BEGIN
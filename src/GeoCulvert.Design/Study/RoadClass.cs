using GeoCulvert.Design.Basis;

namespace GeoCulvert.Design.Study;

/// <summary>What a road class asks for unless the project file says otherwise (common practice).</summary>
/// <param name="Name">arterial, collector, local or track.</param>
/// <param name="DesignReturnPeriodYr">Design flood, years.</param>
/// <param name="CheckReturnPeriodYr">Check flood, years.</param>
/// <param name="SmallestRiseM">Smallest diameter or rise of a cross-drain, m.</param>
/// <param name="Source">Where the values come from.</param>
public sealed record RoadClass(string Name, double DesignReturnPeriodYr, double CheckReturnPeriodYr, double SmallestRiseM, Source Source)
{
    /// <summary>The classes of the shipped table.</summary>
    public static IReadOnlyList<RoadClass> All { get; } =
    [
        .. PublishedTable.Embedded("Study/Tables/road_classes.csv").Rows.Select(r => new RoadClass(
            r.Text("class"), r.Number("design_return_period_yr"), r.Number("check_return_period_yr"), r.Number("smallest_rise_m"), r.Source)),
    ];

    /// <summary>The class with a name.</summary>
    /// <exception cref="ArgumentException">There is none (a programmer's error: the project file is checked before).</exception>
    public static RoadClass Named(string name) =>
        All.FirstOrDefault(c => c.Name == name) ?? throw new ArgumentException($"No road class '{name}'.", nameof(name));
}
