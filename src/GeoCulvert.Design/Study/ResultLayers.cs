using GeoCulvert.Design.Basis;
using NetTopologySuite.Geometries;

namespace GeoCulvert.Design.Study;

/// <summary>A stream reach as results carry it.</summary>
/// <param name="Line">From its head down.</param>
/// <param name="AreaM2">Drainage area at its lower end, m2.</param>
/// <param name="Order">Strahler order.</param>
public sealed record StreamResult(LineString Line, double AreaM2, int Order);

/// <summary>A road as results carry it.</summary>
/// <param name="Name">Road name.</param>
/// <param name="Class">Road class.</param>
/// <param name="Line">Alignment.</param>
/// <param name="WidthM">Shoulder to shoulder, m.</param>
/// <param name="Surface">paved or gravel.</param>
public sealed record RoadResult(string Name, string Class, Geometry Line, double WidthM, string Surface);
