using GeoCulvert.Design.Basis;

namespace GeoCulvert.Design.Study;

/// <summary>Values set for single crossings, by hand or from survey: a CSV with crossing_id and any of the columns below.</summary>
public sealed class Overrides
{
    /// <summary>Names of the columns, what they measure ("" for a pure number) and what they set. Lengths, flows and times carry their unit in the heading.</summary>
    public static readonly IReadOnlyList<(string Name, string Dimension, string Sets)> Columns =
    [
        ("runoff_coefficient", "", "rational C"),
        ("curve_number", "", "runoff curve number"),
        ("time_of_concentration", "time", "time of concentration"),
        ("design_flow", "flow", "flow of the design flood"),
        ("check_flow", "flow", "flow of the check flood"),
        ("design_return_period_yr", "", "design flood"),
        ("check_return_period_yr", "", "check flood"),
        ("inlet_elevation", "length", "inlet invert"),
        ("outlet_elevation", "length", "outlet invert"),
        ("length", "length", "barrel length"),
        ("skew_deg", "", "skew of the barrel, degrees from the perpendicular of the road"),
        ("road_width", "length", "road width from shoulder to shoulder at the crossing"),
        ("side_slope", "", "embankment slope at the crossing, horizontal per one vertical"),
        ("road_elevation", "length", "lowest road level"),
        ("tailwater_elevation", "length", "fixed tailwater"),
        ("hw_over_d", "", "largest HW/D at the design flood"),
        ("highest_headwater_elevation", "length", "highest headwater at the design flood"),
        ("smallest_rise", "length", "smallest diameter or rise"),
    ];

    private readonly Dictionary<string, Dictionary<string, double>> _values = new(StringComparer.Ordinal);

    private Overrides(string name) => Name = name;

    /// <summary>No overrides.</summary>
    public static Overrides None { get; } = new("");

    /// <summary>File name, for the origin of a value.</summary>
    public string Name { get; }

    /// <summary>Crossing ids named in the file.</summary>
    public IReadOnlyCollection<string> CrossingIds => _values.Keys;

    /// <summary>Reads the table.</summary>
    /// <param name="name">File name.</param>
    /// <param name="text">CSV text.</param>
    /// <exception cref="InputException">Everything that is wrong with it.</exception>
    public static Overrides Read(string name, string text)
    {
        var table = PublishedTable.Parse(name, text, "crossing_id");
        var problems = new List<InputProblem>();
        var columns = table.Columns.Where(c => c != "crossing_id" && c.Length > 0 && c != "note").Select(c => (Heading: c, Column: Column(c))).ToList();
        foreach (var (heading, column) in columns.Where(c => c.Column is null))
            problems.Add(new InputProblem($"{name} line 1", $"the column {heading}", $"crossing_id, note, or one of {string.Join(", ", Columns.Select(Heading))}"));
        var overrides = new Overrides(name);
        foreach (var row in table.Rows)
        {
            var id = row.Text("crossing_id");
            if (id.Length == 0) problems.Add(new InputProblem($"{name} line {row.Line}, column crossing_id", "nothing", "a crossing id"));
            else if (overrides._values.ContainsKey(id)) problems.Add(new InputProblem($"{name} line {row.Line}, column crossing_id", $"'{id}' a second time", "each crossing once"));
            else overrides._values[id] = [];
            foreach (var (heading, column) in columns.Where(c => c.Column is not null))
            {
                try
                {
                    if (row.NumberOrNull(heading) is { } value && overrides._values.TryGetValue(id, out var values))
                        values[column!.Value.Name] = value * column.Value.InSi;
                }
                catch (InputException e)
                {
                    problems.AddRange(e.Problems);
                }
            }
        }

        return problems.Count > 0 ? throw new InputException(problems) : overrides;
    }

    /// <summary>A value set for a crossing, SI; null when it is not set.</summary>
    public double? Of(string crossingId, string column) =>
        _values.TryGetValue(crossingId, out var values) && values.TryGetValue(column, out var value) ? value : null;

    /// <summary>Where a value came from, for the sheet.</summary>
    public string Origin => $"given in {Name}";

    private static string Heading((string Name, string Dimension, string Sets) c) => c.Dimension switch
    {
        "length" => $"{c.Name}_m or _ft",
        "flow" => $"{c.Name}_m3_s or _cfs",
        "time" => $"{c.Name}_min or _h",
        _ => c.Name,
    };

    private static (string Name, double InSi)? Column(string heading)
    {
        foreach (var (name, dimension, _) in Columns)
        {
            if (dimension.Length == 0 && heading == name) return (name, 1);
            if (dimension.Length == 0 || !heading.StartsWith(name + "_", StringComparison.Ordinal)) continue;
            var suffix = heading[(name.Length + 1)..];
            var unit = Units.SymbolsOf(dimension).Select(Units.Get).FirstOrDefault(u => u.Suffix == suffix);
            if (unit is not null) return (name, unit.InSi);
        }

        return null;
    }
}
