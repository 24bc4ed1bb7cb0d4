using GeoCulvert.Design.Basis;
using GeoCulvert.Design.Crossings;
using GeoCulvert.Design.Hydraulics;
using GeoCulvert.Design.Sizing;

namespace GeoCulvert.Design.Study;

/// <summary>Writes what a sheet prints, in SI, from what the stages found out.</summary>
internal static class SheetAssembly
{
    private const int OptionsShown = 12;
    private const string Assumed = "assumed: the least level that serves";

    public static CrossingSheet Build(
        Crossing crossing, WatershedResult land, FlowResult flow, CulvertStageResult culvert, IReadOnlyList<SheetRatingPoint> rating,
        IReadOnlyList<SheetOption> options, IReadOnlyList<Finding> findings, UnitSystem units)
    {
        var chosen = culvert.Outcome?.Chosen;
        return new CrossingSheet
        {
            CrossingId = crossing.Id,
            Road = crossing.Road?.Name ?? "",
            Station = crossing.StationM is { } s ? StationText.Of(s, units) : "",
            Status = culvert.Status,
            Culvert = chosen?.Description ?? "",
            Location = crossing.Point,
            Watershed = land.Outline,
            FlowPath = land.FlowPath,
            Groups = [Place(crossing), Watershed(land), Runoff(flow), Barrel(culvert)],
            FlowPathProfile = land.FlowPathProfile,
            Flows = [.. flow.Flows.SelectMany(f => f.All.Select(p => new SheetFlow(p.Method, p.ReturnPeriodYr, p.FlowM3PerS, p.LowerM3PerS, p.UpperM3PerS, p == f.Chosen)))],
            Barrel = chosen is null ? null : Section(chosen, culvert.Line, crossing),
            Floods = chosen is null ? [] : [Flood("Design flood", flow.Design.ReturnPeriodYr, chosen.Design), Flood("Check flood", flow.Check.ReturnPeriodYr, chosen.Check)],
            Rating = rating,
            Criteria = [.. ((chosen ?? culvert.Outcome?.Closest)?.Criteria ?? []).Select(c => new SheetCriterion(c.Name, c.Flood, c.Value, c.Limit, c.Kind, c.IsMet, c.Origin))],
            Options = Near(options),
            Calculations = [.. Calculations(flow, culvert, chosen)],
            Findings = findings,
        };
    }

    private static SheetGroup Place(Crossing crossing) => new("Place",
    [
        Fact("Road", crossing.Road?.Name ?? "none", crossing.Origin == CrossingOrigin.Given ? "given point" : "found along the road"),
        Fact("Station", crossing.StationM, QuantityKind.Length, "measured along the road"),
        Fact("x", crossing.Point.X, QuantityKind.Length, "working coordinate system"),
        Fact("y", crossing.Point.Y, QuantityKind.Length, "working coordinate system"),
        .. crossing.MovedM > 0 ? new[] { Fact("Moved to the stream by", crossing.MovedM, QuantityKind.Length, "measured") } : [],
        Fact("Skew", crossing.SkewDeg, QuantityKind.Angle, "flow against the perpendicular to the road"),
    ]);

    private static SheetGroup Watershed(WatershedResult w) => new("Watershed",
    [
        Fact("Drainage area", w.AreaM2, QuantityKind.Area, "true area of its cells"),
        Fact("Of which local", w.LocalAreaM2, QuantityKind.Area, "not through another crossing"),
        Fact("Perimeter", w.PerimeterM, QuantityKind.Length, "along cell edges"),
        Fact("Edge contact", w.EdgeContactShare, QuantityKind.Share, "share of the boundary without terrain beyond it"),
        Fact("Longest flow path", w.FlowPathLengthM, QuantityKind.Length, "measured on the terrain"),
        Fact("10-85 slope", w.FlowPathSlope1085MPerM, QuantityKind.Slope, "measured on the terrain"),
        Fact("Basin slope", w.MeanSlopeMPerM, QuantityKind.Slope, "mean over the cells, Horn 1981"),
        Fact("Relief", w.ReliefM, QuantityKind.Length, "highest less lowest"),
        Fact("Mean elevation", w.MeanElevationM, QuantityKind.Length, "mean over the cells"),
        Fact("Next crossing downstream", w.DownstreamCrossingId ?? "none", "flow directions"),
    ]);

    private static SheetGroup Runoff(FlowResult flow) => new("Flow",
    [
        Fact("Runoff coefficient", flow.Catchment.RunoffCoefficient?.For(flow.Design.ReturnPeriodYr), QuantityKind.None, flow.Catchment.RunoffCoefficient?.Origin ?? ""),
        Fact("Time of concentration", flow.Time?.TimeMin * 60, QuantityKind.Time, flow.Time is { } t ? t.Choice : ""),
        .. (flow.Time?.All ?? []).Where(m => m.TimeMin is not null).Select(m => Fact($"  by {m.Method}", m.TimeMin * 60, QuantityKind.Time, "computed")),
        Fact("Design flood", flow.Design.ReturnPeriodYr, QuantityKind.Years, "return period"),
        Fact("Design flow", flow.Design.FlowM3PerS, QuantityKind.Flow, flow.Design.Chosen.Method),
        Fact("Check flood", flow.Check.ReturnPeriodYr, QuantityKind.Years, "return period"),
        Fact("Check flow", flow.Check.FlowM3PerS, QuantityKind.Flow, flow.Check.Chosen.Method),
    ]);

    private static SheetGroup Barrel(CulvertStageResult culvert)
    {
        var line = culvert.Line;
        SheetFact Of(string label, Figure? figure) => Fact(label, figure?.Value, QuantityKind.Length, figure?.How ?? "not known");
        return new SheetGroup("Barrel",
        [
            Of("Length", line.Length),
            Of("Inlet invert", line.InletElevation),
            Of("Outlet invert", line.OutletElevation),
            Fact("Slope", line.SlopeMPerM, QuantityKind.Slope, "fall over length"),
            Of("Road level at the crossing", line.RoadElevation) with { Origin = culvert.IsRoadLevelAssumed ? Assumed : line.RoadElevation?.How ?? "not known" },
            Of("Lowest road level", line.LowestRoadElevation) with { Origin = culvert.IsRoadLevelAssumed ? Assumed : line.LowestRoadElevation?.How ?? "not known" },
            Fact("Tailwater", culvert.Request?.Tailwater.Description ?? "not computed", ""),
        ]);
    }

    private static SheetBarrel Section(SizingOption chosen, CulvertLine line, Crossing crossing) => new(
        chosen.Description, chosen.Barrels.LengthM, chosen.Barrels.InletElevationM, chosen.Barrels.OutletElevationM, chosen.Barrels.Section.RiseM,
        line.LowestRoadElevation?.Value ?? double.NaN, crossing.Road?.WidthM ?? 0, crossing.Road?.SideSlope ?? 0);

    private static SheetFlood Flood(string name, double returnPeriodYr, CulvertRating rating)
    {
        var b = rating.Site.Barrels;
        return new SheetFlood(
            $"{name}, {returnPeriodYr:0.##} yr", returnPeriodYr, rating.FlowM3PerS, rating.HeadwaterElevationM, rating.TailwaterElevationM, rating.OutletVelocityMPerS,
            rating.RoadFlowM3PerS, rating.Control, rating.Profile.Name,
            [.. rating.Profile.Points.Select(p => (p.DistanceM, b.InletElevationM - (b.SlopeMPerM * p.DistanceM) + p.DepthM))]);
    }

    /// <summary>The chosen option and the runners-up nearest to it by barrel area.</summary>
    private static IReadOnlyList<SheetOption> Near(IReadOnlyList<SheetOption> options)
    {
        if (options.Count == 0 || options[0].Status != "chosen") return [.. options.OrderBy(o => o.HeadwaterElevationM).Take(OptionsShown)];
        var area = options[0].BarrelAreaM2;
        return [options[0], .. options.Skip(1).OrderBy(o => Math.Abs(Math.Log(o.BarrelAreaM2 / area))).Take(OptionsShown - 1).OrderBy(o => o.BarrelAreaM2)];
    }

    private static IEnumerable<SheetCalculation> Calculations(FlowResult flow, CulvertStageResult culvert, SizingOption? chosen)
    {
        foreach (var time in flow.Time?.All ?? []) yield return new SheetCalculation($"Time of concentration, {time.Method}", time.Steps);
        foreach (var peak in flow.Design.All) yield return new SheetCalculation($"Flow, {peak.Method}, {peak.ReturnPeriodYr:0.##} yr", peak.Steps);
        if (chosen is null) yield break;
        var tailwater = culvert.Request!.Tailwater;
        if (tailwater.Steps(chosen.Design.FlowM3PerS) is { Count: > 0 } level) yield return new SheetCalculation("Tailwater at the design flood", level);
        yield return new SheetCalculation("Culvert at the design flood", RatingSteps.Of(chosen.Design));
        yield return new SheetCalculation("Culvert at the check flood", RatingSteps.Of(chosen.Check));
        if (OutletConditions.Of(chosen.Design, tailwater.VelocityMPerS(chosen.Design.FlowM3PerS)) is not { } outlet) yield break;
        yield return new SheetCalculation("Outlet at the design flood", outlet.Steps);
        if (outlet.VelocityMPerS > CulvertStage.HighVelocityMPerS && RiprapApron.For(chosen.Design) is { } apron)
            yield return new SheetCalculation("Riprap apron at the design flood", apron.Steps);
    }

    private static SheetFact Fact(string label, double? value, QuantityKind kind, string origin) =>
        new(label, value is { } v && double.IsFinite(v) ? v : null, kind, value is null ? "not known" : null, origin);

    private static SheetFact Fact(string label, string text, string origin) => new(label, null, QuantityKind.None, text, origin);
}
END
The expected answer is every line above in which the word "HeadwaterElevationM" appears.

### TASK SOLUTION
            $"{name}, {returnPeriodYr:0.##} yr", returnPeriodYr, rating.FlowM3PerS, rating.HeadwaterElevationM, rating.TailwaterElevationM, rating.OutletVelocityMPerS,
        if (options.Count == 0 || options[0].Status != "chosen") return [.. options.OrderBy(o => o.HeadwaterElevationM).Take(OptionsShown)];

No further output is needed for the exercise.